Most of the other prisoners, all of them convicted of nonviolent, white-collar crimes, had been trundled away in purple schoolbuses to work details around the base. Only a small housekeeping crew had been left behind—to wash windows, to mop floors. There were a few others around, writing or reading or napping—too sick, with heart trouble or back trouble, usually, to do manual work of any kind. I myself would have been feeding a mangle in the laundry at the base hospital if it had been a day like any other day. My health was excellent, as they say.

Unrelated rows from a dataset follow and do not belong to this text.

"""Run every benchmark problem of thist.verification: the module is the data, this runs it.

Each problem states its published source, its reference solution, its tolerance and
why that tolerance is right (see ``thist/verification/problems.py``); a failure
prints all four.
"""

from __future__ import annotations

import math

import pytest

from thist.verification import PROBLEMS, Problem, run_problems


@pytest.mark.parametrize("problem", PROBLEMS, ids=[p.key for p in PROBLEMS])
def test_benchmark_problem_within_its_published_tolerance(problem: Problem):
    """The measured error of this build is within the problem's stated tolerance.

    Source, tolerance and reason: the problem's own ``source``, ``tolerance`` and
    ``tolerance_basis`` fields, printed on failure.
    """
    (outcome,) = run_problems((problem,))
    assert outcome.passed, (
        f"{problem.title}: error {outcome.error:.3e} > tolerance {problem.tolerance:.1e} "
        f"({problem.error_measure}); source: {problem.source}; reference: "
        f"{problem.reference}; tolerance because {problem.tolerance_basis} {outcome.message}"
    )


def test_every_problem_states_source_reference_and_tolerance_basis():
    """A reviewer can trace every problem to a source and a reasoned tolerance."""
    keys = [p.key for p in PROBLEMS]
    assert len(keys) == len(set(keys))
    for p in PROBLEMS:
        assert p.source.strip() and p.reference.strip() and p.tolerance_basis.strip(), p.key
        assert 0 < p.tolerance < 1, p.key


def test_runner_fails_a_problem_above_tolerance_or_that_raises():
    """An error above tolerance, a non-finite error and an exception all fail."""

    def boom() -> float:
        raise RuntimeError("broken build")

    probs = (
        Problem("above", "t", "s", "r", "e", 1e-6, "b", lambda: 2e-6),
        Problem("nan", "t", "s", "r", "e", 1e-6, "b", lambda: math.nan),
        Problem("raises", "t", "s", "r", "e", 1e-6, "b", boom),
        Problem("ok", "t", "s", "r", "e", 1e-6, "b", lambda: 5e-7),
    )
    outcomes = run_problems(probs)
    assert [o.passed for o in outcomes] == [False, False, False, True]
    assert "broken build" in outcomes[2].message
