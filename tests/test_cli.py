"""The thist command: outputs, one-line errors with exit status 2, nothing half-written."""

from __future__ import annotations

import json
import subprocess
import sys

import numpy as np
import pytest

from thist.cli import main

from .conftest import CASE_TEXT


def run_cli(*args, cwd=None):
    return subprocess.run(
        [sys.executable, "-m", "thist.cli", *args],
        capture_output=True,
        text=True,
        cwd=cwd,
        timeout=300,
    )


def test_run_writes_results_and_histories_and_prints_the_caution(case_dir, capsys):
    out = case_dir / "out"
    assert main(["run", str(case_dir / "case.toml"), "-o", str(out)]) == 0
    printed = capsys.readouterr().out
    assert "CAUTION: preliminary estimate" in printed
    assert "licensed engineer of record" in printed
    data = json.loads((out / "results.json").read_text())
    assert len(data["case"]["sha256"]) == 64
    assert len(data["record"]["sha256"]) == 64
    assert data["methods"][0]["status"] == "ran"
    peaks = data["methods"][0]["peaks"]
    assert set(peaks) >= {
        "displacement",
        "drift",
        "drift_ratio",
        "story_shear",
        "base_shear",
        "absolute_acceleration",
        "overturning_moment",
    }
    header = (out / "histories.csv").read_text().splitlines()[0]
    assert header.startswith('"time [s]"') and "[m]" in header and "[N]" in header
    hist = np.loadtxt(out / "histories.csv", delimiter=",", skiprows=1)
    cols = [h.strip('"') for h in header.split(",")]
    roof = hist[:, cols.index("newmark-average displacement Roof [m]")]
    assert np.max(np.abs(roof)) == pytest.approx(abs(peaks["displacement"]["values"][-1]), rel=1e-9)


def test_peak_times_and_signs_agree_with_the_histories(case_dir):
    out = case_dir / "out"
    assert main(["run", str(case_dir / "case.toml"), "-o", str(out)]) == 0
    data = json.loads((out / "results.json").read_text())
    header = [h.strip('"') for h in (out / "histories.csv").read_text().splitlines()[0].split(",")]
    hist = np.loadtxt(out / "histories.csv", delimiter=",", skiprows=1)
    p = data["methods"][0]["peaks"]["story_shear"]
    col = hist[:, header.index("newmark-average story_shear S1 [N]")]
    i = int(np.argmax(np.abs(col)))
    assert p["values"][0] == pytest.approx(col[i], rel=1e-9)
    assert p["times"][0] == pytest.approx(hist[i, 0], abs=1e-12)


def test_input_error_is_one_line_with_exit_status_2(case_dir):
    (case_dir / "case.toml").write_text(CASE_TEXT.replace('"150 MN/m"', '"150 MN"'))
    r = run_cli("run", str(case_dir / "case.toml"), "-o", str(case_dir / "out"))
    assert r.returncode == 2
    lines = r.stderr.strip().splitlines()
    assert lines == [
        'error: case.toml: structure.stories[0].stiffness: expected force/length, got "150 MN"'
    ]
    assert not (case_dir / "out").exists()


def test_debug_shows_the_traceback(case_dir):
    (case_dir / "case.toml").write_text(CASE_TEXT.replace('"150 MN/m"', '"150 MN"'))
    r = run_cli("--debug", "run", str(case_dir / "case.toml"))
    assert r.returncode == 2
    assert "Traceback" in r.stderr


def test_failed_run_keeps_the_previous_good_results(case_dir):
    out = case_dir / "out"
    assert main(["run", str(case_dir / "case.toml"), "-o", str(out)]) == 0
    before = {f.name: f.read_bytes() for f in out.iterdir()}
    (case_dir / "case.toml").write_text(
        CASE_TEXT.replace('methods = ["newmark-average"]', 'methods = ["central-difference"]')
        .replace('dt = "0.005 s"', 'dt = "0.01 s"')
        .replace('"90 t"', '"0.5 t"')
    )
    assert main(["run", str(case_dir / "case.toml"), "-o", str(out)]) == 2
    after = {f.name: f.read_bytes() for f in out.iterdir()}
    assert after == before  # nothing lost, no temporary files left


def test_check_exits_1_when_a_method_is_refused_and_0_otherwise(case_dir, capsys):
    assert main(["check", str(case_dir / "case.toml")]) == 0
    printed = capsys.readouterr().out
    assert "mode" in printed and "[pass]" in printed
    (case_dir / "case.toml").write_text(
        CASE_TEXT.replace('methods = ["newmark-average"]', 'methods = ["central-difference"]')
        .replace('dt = "0.005 s"', 'dt = "0.01 s"')
        .replace('"90 t"', '"0.5 t"')
    )
    assert main(["check", str(case_dir / "case.toml")]) == 1
    assert "[refused]" in capsys.readouterr().out


def test_method_option_overrides_the_case_methods(case_dir):
    out = case_dir / "out"
    assert (
        main(["run", str(case_dir / "case.toml"), "-o", str(out), "--method", "newmark-linear,hht"])
        == 0
    )
    data = json.loads((out / "results.json").read_text())
    assert [m["label"] for m in data["methods"]] == ["newmark-linear", "hht"]


def test_unknown_method_on_the_command_line_is_an_input_error(case_dir, capsys):
    assert main(["run", str(case_dir / "case.toml"), "--method", "euler"]) == 2
    assert "unknown method 'euler'" in capsys.readouterr().err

Was I shown no special respect in prison as a Harvard man? It was no distinction, actually. I had met or heard of at least seven others. And no sooner would I leave than my cot would be taken by Virgil Greathouse, former secretary of health, education, and welfare, who was also a Harvard man. I was quite low on the educational ladder at Finletter, with nothing but a poor bachelor’s degree. I was not even a Phi Beta Kappa. We must have had twenty or more Phi Beta Kappas, a dozen or more medical doctors, an equal number of dentists, a veterinarian, a Doctor of Divinity, a Doctor of Economics, a Doctor of Philosophy in chemistry, and simply shoals of disbarred lawyers. Lawyers were so common that we had a joke for newcomers that went like this: “If you find yourself talking to somebody who hasn’t been to law school, watch your step. He’s either the warden or a guard.”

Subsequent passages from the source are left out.